Kazakhtelecom plans to issue bonds in 2001

19.12.00 00:00
/IRBIS, Dec.19, 00/ - REUTERS informs, with the reference to the president of the biggest communication company of Kazakhstan - Kazakhtelecom, Aben Bektasov, that the company plans to issue bonds on domestic market in 2001. However, no exact figures on the issue and purposes of the issue were not given. He said that it should be approved by the bank shareholders on December 22 meeting. He says that the company is trying to diversify its financial liabilities and the bonds issue will allow it to get access to more cheap financing, with the pension funds being the major buyers whose total assets exceeded $740 mln as of December 1. It was said that bond interest is comparable to that of bank lending rates, and it is more beneficial to borrow on this market. The agency notes that several Kazakhstani companies and banks have already offered bonds at 11-12% APR on average.
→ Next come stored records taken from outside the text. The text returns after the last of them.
// What every task needs: the units of work in build order, the plan's key, numbering fixed across
// the parts of a file, and reading / writing one unit's records between phases.
import { open, stat } from "node:fs/promises";
import { compressionOf } from "../sources/open.js";
import { join } from "node:path";
import { defaultId, idFileOf, listFiles } from "../sources/source.js";
import type { LoadedPipeline } from "../pipeline/load.js";
import type { SourceConfig } from "../pipeline/config.js";
import { toolVersion } from "../output/manifest.js";
import { BuildCache } from "../cache/build-cache.js";
import { FrameWriter, readEvents, type UnitEvent } from "../cache/record-events.js";
import { KeyedDirs, keyedApplier } from "../stages/keyed.js";
import type { PhaseMeter } from "./progress.js";
import { SiftpackError, describeSystemError } from "../errors.js";
import { copiesFor } from "./weights.js";
import type { DocRecord, Logger, StageContext } from "../types.js";
import type { Phase, PhasePlan } from "./plan.js";
import { AtomicStream, unitName, type TaskDone } from "./workdir.js";
import { crashPoint } from "../lib/crash-point.js";

export interface Unit {
  u: number;
  source: SourceConfig;
  path: string;
  /** The whole file's size. */
  size: number;
  /** Set when the unit is a part of a large uncompressed JSONL file: bytes [start, end), cut after a newline. */
  range?: { start: number; end: number };
}

/** The bytes of its file a unit covers. */
export const unitBytes = (u: Unit) => (u.range ? u.range.end - u.range.start : u.size);

/**
 * Every unit of work in build order: sources in pipeline order, each source's files sorted by path,
 * and an uncompressed JSONL file larger than `cluster.unit_mb` cut into parts of about that size,
 * each ending after a newline. The cuts depend on the file and unit_mb only, never on the tasks.
 */
export async function unitsOf(p: LoadedPipeline): Promise<Unit[]> {
  const units: Unit[] = [];
  const unitBytes = Math.max(1, Math.round(p.config.cluster.unit_mb * 1e6));
  for (const source of p.config.sources) {
    for (const path of await listFiles(source, p.baseDir)) {
      const abs = join(p.baseDir, path);
      const { size } = await stat(abs).catch((err) => {
        throw new SiftpackError("SP_INPUT_MISSING", `source "${source.name}": cannot read ${path}: ${describeSystemError(err)}`, { cause: err });
      });
      if (!cuttable(source, path) || size <= unitBytes) {
        units.push({ u: units.length, source, path, size });
        continue;
      }
      let start = 0;
      for (const end of await lineCuts(abs, size, unitBytes)) {
        units.push({ u: units.length, source, path, size, range: { start, end } });
        start = end;
      }
    }
  }
  return units;
}

/** A file that can be read in parts cut at line ends: uncompressed JSONL (one record a line, positioned reads). */
const cuttable = (source: SourceConfig, path: string) => source.format === "jsonl" && compressionOf(path) === "none";
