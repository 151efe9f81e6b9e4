// What a per-file phase gathers for the global step after it, one set of files per input file:
//   exact:   <phase>/collect/exact/<p>/<u>.jsonl  {i, h (XXH64 of the text), id} per record,
//                                                 partition p = low 32 bits of h mod partitions
//   minhash: <phase>/collect/sig/<u>.bin          the records' signatures, k uint32 each, in order
//            <phase>/collect/docs/<u>.jsonl       {i, id, len, short} per record, same order
//            <phase>/collect/buckets/<p>/<u>.bin  band bucket entries (key, band, unit, j) as 4 × uint32,
//                                                 partition p = band key mod partitions
import { join } from "node:path";
import { hex64, loadHasher, xxh64String } from "../lib/hash.js";
import { signerParams } from "../dedup/minhash-stage.js";
import { SignerPool } from "../dedup/pool.js";
import type { BatchResult, SignerParams } from "../dedup/signer.js";
import type { MinhashOptions } from "../dedup/options.js";
import type { DocRecord } from "../types.js";
import type { Collect } from "./plan.js";
import { AtomicStream, unitName } from "./workdir.js";

export interface Collector {
  add(r: DocRecord): Promise<void>;
  /** Completes the unit's files. */
  finish(): Promise<void>;
  abort(): Promise<void>;
}

export const exactFile = (work: string, phase: string, part: number, u: number) => join(work, phase, "collect", "exact", String(part).padStart(5, "0"), `${unitName(u)}.jsonl`);
/** The exact-dups partition of a text hash (hex): its low 32 bits modulo the partitions. */
export const exactPartition = (hex: string, partitions: number) => parseInt(hex.slice(-8), 16) % partitions;
export const sigFile = (work: string, phase: string, u: number) => join(work, phase, "collect", "sig", `${unitName(u)}.bin`);
export const docsFile = (work: string, phase: string, u: number) => join(work, phase, "collect", "docs", `${unitName(u)}.jsonl`);
export const bucketFile = (work: string, phase: string, part: number, u: number) => join(work, phase, "collect", "buckets", String(part).padStart(5, "0"), `${unitName(u)}.bin`);

/** Opens the collector of one unit; `partitions` is the number of bucket tasks; `threads` sign in parallel. */
export async function openCollector(c: Collect, work: string, phase: string, u: number, seed: number, partitions: number, pool?: SignerPool): Promise<Collector> {
  if (c.kind === "exact") {
    await loadHasher();
    const outs: AtomicStream[] = [];
    for (let p = 0; p < partitions; p++) outs.push(await AtomicStream.open(exactFile(work, phase, p, u)));
    return {
      add: (r) => {
        const h = hex64(xxh64String(r.text));
        return outs[exactPartition(h, partitions)].write(JSON.stringify({ i: r.seq, h, id: r.id }) + "\n");
      },
      finish: async () => {
        for (const out of outs) await out.commit();
      },
      abort: async () => {
        for (const out of outs) await out.abort();
      },
    };
  }
  return MinhashCollector.open(c.entry.options as MinhashOptions, work, phase, u, seed, partitions, pool!);
}

export function collectorParams(c: Collect, seed: number): SignerParams | undefined {
  return c.kind === "minhash" ? signerParams(c.entry.options as MinhashOptions, seed) : undefined;
}

const BATCH_DOCS = 256;
const BATCH_CHARS = 1 << 20;

class MinhashCollector implements Collector {
  private batch: DocRecord[] = [];
  private chars = 0;
  private readonly pending: { docs: DocRecord[]; result: Promise<BatchResult> }[] = [];
  private j = 0;
  private readonly bucketBuffers: number[][];

  private constructor(
    private readonly params: SignerParams,
    private readonly u: number,
    private readonly pool: SignerPool,
    private readonly sig: AtomicStream,
    private readonly docs: AtomicStream,
    private readonly buckets: AtomicStream[],
  ) {
    this.bucketBuffers = buckets.map(() => []);
  }

  static async open(o: MinhashOptions, work: string, phase: string, u: number, seed: number, partitions: number, pool: SignerPool): Promise<MinhashCollector> {
    const buckets: AtomicStream[] = [];
    for (let p = 0; p < partitions; p++) buckets.push(await AtomicStream.open(bucketFile(work, phase, p, u)));
    return new MinhashCollector(signerParams(o, seed), u, pool, await AtomicStream.open(sigFile(work, phase, u)), await AtomicStream.open(docsFile(work, phase, u)), buckets);
  }

  async add(r: DocRecord): Promise<void> {
    this.batch.push(r);
    this.chars += r.text.length;
    if (this.batch.length >= BATCH_DOCS || this.chars >= BATCH_CHARS) await this.send(false);
  }

  private async send(drain: boolean): Promise<void> {
    if (this.batch.length > 0) {
      const result = this.pool.submit(this.batch.map((r) => r.text));
      result.catch(() => undefined); // awaited in order below
      this.pending.push({ docs: this.batch, result });
      this.batch = [];
      this.chars = 0;
    }
    while (this.pending.length > (drain ? 0 : Math.max(2, 2 * this.pool.threads))) {
      const { docs, result } = this.pending.shift()!;
      await this.apply(docs, await result);
    }
  }

  private async apply(docs: DocRecord[], res: BatchResult): Promise<void> {
    const { bands } = this.params;
    const parts = this.buckets.length;
    await this.sig.write(new Uint8Array(res.signatures.buffer, res.signatures.byteOffset, res.signatures.byteLength));
    let lines = "";
    for (let i = 0; i < res.count; i++) {
      const r = docs[i];
      lines += JSON.stringify({ i: r.seq, id: r.id, len: r.text.length, short: res.short[i] }) + "\n";
      for (let t = 0; t < bands; t++) {
        const key = res.bandKeys[i * bands + t];
        this.bucketBuffers[key % parts].push(key, t, this.u, this.j);
      }
      this.j++;
    }
    await this.docs.write(lines);
    for (let p = 0; p < parts; p++) {
      const buf = this.bucketBuffers[p];
      if (buf.length >= 1 << 16) {
        await this.buckets[p].write(new Uint8Array(Uint32Array.from(buf).buffer));
        buf.length = 0;
      }
    }
  }

  async finish(): Promise<void> {
    await this.send(true);
    for (let p = 0; p < this.buckets.length; p++) {
      const buf = this.bucketBuffers[p];
      if (buf.length > 0) await this.buckets[p].write(new Uint8Array(Uint32Array.from(buf).buffer));
      buf.length = 0;
      await this.buckets[p].commit();
    }
    await this.sig.commit();
    await this.docs.commit();
  }

  async abort(): Promise<void> {
    for (const b of this.buckets) await b.abort();
    await this.sig.abort();
    await this.docs.abort();
  }
}
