// A whole-stream phase (one task): stages of form `whole` read every unit's records in order in one
// instance; their output goes back out per unit. A record's unit is found from its file and its
// row (`seq`, fixed file-wide after the read phase), so every part of a file gets its own records
// back. Drops are held per unit until the end, since a two-pass stage drops records of early units
// after reading late ones.
import { mkdir } from "node:fs/promises";
import { join } from "node:path";
import { STAGES } from "../stages/index.js";
import type { StageEntry } from "../pipeline/config.js";
import { SiftpackError } from "../errors.js";
import { FrameWriter } from "../cache/record-events.js";
import type { DocRecord, StageContext } from "../types.js";
import { TallyWriter, talliesHere } from "./mixture-tally.js";
import { dropsFile, recordsBefore, unitFixes, UnitOutput, type TaskEnv } from "./unit-io.js";
import { writeAtomic } from "./workdir.js";
import { crashPoint } from "../lib/crash-point.js";

/** Finds a record's unit from (source, file, row): each file's units with the first row of each. */
function unitFinder(env: TaskEnv): (r: DocRecord) => number {
  const byFile = new Map<string, { u: number; firstRow: number }[]>();
  const fixes = unitFixes(env);
  for (const unit of env.units) {
    const key = `${unit.source.name}\u0000${unit.path}`;
    let l = byFile.get(key);
    if (!l) byFile.set(key, (l = []));
    l.push({ u: unit.u, firstRow: fixes[unit.u].rows });
  }
  return (r) => {
    const l = byFile.get(`${r.source}\u0000${r.origin.file}`);
    if (!l) throw new SiftpackError("SP_STAGE", `a stage produced record "${r.id}" of ${r.origin.file}, which is no input of source ${r.source}`);
    let k = l.length - 1;
    while (k > 0 && l[k].firstRow > r.seq) k--;
    return l[k].u;
  };
}

export async function wholePhase(env: TaskEnv, entries: StageEntry[], count: (name: string, n?: number) => void): Promise<{ files: string[]; records: Map<number, number> }> {
  const work = env.plan.workDir;
  const name = env.phase.name;
  const filesDir = join(work, name, "files");
  await mkdir(filesDir, { recursive: true });
  const unitOf = unitFinder(env);
  const drops = new Map<number, FrameWriter>();
  const files: string[] = [];
  const ctx: StageContext = {
    seed: env.p.config.seed,
    log: env.log,
    workDir: filesDir,
    addOutputFile: (rel) => files.push(rel),
    count,
    drop: (r, reason, detail) => {
      const u = unitOf(r);
      let w = drops.get(u);
      if (!w) drops.set(u, (w = new FrameWriter()));
      w.drop(r, reason, detail);
    },
  };
  async function* all(): AsyncGenerator<DocRecord> {
    for (const unit of env.units) yield* recordsBefore(env, env.phase.index, unit.u, ctx);
  }
  let stream: AsyncIterable<DocRecord> = all();
  for (const e of entries) stream = (await STAGES[e.name].create(e.options, { baseDir: env.p.baseDir, workers: env.threads }))(stream, ctx);
  // Records come out in input order; each unit's output is opened when its first record arrives.
  const records = new Map<number, number>();
  let current: { u: number; out: UnitOutput; tally?: TallyWriter } | undefined;
  let next = 0;
  // When packing reads this phase's records, each unit's train figures for the mixture are gathered here.
  const tallies = talliesHere(env);
  const openUpTo = async (u: number) => {
    if (current) {
      await current.tally?.write(work, name, current.u);
      await current.out.commit();
      records.set(current.u, current.out.records);
      current = undefined;
    }
    for (; next < u; next++) {
      const empty = await UnitOutput.open(work, name, next);
      if (tallies) await new TallyWriter(env.p.config.seed).write(work, name, next);
      await empty.commit();
      records.set(next, 0);
    }
  };
  try {
    for await (const r of stream) {
      const u = unitOf(r);
      if (!current || current.u !== u) {
        if (u < next) throw new SiftpackError("SP_STAGE", `stage output is out of input order: record "${r.id}" of ${r.origin.file} came after records of later files`);
        await openUpTo(u);
        current = { u, out: await UnitOutput.open(work, name, u), tally: tallies ? new TallyWriter(env.p.config.seed) : undefined };
        next = u + 1;
      }
      crashPoint("whole");
      current.tally?.add(r);
      await current.out.add(r);
    }
    await openUpTo(env.units.length);
  } catch (err) {
    await current?.out.abort();
    throw err;
  }
  // The per-unit outputs opened a drops file each; the drops gathered here replace them.
  for (const unit of env.units) await writeAtomic(dropsFile(work, name, unit.u), drops.get(unit.u)?.take() ?? "");
  return { files, records };
}
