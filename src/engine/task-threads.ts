// A local run's task threads: the tasks of one phase side by side, each in a worker thread of its
// own that runs it as `siftpack task` would (src/engine/task-thread.ts). The tasks of a phase are
// independent by design (a cluster runs them on different nodes), so the bytes are those of one
// task after another; what threads add is that every core does a phase's whole work — parsing,
// frames, packing, the ledger, the partition steps — not only the per-record stages.
import { Worker } from "node:worker_threads";
import { SiftpackError, type ErrorCode } from "../errors.js";
import type { Logger } from "../types.js";
import type { LoadedPipeline } from "../pipeline/load.js";
import type { PhaseProgress } from "./progress.js";
import type { TaskDone } from "./workdir.js";
import type { Unit } from "./unit-io.js";

/** What every task thread is started with: enough to rebuild the run's plan. */
export interface TaskThreadInit {
  p: LoadedPipeline;
  units: Unit[];
  tasks: number;
  workDir: string;
  cache: boolean;
}

export interface TaskRequest {
  phase: string;
  index: number;
  /** Threads the task may use for its own per-record pools (1: everything in the task's thread). */
  workers: number;
  /** The bytes it will read, as the run's phaseLayout measured them. */
  bytes: number;
}

export type TaskMessage =
  | { t: "log"; level: keyof Logger; obj: object | string; msg?: string }
  | { t: "progress"; current: PhaseProgress }
  | { t: "done"; done: TaskDone; used: string[] }
  | { t: "error"; error: ErrorData; used: string[] };

interface ErrorData {
  message: string;
  stack?: string;
  code?: ErrorCode;
  details?: string[];
}

/** An error as it can cross to the run's thread: a SiftpackError keeps its code and details (and so its exit code). */
export function errorData(err: unknown): ErrorData {
  const e = err as Partial<SiftpackError> & { message?: string; stack?: string };
  return { message: e?.message ?? String(err), stack: e?.stack, ...(err instanceof SiftpackError ? { code: err.code, details: err.details } : {}) };
}

function errorFrom(d: ErrorData): Error {
  if (d.code) return new SiftpackError(d.code, d.message, { details: d.details });
  return Object.assign(new Error(d.message), { stack: d.stack });
}

interface Job {
  onProgress(current: PhaseProgress): void;
  resolve(r: { done: TaskDone; used: string[] }): void;
  reject(e: unknown): void;
}

export class TaskThreads {
  private readonly workers: Worker[] = [];
  private readonly idle: Worker[] = [];
  private readonly jobs = new Map<Worker, Job>();
  private readonly waiting: (() => void)[] = [];

  constructor(
    private readonly module: URL,
    private readonly init: TaskThreadInit,
    /** Threads at most. */
    readonly size: number,
    private readonly log: Logger,
  ) {}

  /** Runs one task in a free thread (started when none is free and fewer than `size` run); resolves with its marker and the cache entries it used. */
  async run(req: TaskRequest, onProgress: (current: PhaseProgress) => void): Promise<{ done: TaskDone; used: string[] }> {
    const w = await this.take();
    try {
      return await new Promise((resolve, reject) => {
        this.jobs.set(w, { onProgress, resolve, reject });
        w.postMessage(req);
      });
    } finally {
      this.jobs.delete(w);
      if (this.workers.includes(w)) this.idle.push(w);
      this.waiting.shift()?.();
    }
  }

  private async take(): Promise<Worker> {
    for (;;) {
      const w = this.idle.pop();
      if (w) return w;
      if (this.workers.length < this.size) return this.spawn();
      await new Promise<void>((wake) => this.waiting.push(wake));
    }
  }

  private spawn(): Worker {
    const w = new Worker(this.module, { workerData: this.init });
    this.workers.push(w);
    w.on("message", (m: TaskMessage) => {
      const job = this.jobs.get(w);
      if (m.t === "log") this.log[m.level](m.obj, m.msg);
      else if (m.t === "progress") job?.onProgress(m.current);
      else if (m.t === "done") job?.resolve({ done: m.done, used: m.used });
      else job?.reject(Object.assign(errorFrom(m.error), { used: m.used }));
    });
    const lost = (e: Error) => {
      // A thread that died (out of memory, a crash in native code) takes its task with it; it is not reused.
      const at = this.workers.indexOf(w);
      if (at >= 0) this.workers.splice(at, 1);
      this.jobs.get(w)?.reject(e);
    };
    w.on("error", lost);
    w.on("exit", (code) => lost(new Error(`a task thread stopped with exit code ${code}`)));
    return w;
  }

  async close(): Promise<void> {
    const ws = this.workers.splice(0);
    this.idle.length = 0;
    for (const w of ws) w.removeAllListeners("exit");
    await Promise.all(ws.map((w) => w.terminate()));
  }
}
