// The passes after read: each unit's records (with the decisions since they were last written
// applied) go through the stages of form `record` on the worker pool (an encoding stage with the
// token cache) and of form `unit`, then to the collector of the next keyed stage; records and
// drops are written per unit.
import { orderedMap } from "../parallel/pool.js";
import { BATCH_BYTES, BATCH_RECORDS, BATCHES_AHEAD, recordPool, type RecordPool } from "../parallel/record-pool.js";
import { recordBatches } from "../parallel/record-batch.js";
import { decodeFrames, dropRecord } from "../cache/record-events.js";
import { parallelTokenize } from "./cached-tokenize.js";
import { recordFailure } from "./record-failure.js";
import type { BuildCache } from "../cache/build-cache.js";
import { formOf, type Stage } from "../stages/stage.js";
import { STAGES } from "../stages/index.js";
import type { StageEntry } from "../pipeline/config.js";
import type { DocRecord, StageContext } from "../types.js";

/** Per-record stages as one stream stage: batches go to the pool, results come back in order. */
export function poolStage(pool: RecordPool): Stage {
  return async function* pooled(input, ctx) {
    try {
      for await (const { result } of orderedMap(recordBatches(input, BATCH_RECORDS, BATCH_BYTES), (b) => pool.submit(b), BATCHES_AHEAD)) {
        for (const [name, n] of Object.entries(result.counts)) ctx.count(name, n);
        for (const e of decodeFrames(result.frames)) {
          if (e.k === "drop") ctx.drop(dropRecord(e), e.reason, e.detail);
          else if (e.k === "rec") yield e.r;
        }
      }
    } catch (err) {
      throw recordFailure(err);
    }
  };
}

/**
 * The stream stages of a per-unit pass: consecutive stages of form `record` share one pool; a
 * stage that `encodes` has its own (and the token cache); stages of form `unit` run here, one
 * instance per unit, and hand over a summary.
 */
export class PassStages {
  private readonly pools: RecordPool[] = [];
  private readonly parts: ((s: AsyncIterable<DocRecord>, ctx: StageContext, summaries: unknown[]) => AsyncIterable<DocRecord>)[] = [];
  /** The part of a file being run (its byte range), for the token cache's keys. */
  private part: string | undefined;

  private constructor() {}

  static async create(entries: StageEntry[], baseDir: string, seed: number, threads: number, cache: BuildCache): Promise<PassStages> {
    const self = new PassStages();
    let run: StageEntry[] = [];
    const flush = () => {
      if (run.length === 0) return;
      const pool = recordPool({ stages: run, baseDir, seed }, threads);
      self.pools.push(pool);
      const stage = poolStage(pool);
      self.parts.push((s, ctx) => stage(s, ctx));
      run = [];
    };
    for (const [k, e] of entries.entries()) {
      const def = STAGES[e.name];
      const f = formOf(def, e.options);
      if (f.kind === "unit") {
        flush();
        const stage = await def.create(e.options, { baseDir, workers: threads, perFile: true });
        self.parts.push((s, ctx, summaries) => stage(s, { ...ctx, summarize: (v) => (summaries[k] = v) }));
      } else if (f.kind === "record" && f.encodes) {
        flush();
        const pool = recordPool({ stages: [e], baseDir, seed }, threads);
        self.pools.push(pool);
        const stage = parallelTokenize(e.options, pool, cache, `${e.name}:${def.identity?.(e.options, baseDir) ?? ""}`, () => self.part);
        self.parts.push((s, ctx) => stage(s, ctx));
      } else run.push(e);
    }
    flush();
    return self;
  }

  /** The unit's records through every stage; `summaries[k]` gets the summary of entry k, if it has one. */
  run(input: AsyncIterable<DocRecord>, ctx: StageContext, summaries: unknown[], part?: { start: number; end: number }): AsyncIterable<DocRecord> {
    this.part = part ? `${part.start}-${part.end}` : undefined;
    let s = input;
    for (const part of this.parts) s = part(s, ctx, summaries);
    return s;
  }

  async close(): Promise<void> {
    for (const p of this.pools) await p.close();
  }
}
The company president said that his company was continuing talks with the European bank for reconstruction and development (EBRD) on his possible participation in the company's authorized capital. It was said that the bank suggested the country to buy 15% of the company shares from investors and 15% from the state for $70 mln. It is possible that the EBRD loan can be converted into the company common shares, which then will circulate at one of the stock exchanges. Mr. Bektasov said the company was going to be profitable this year, but he did give any figures. As the Kazakhstan Stock Exchange informs, last year Kazakhtelecom's net loss equaled KZT1.3 bln. Previous two years the company was not profitable, is said. As a service company we grow along with the economy and have encouraging results, he said. The government of Kazakhstan is said to be the major shareholder of Kazakhtelecom, owning 50% stake, the second shareholder - the company affiliated with the Kazkommertsbank, that owns 30% stake, and the rest 10% of common and 10% of preferred shares are in free circulation on the stock market, is said.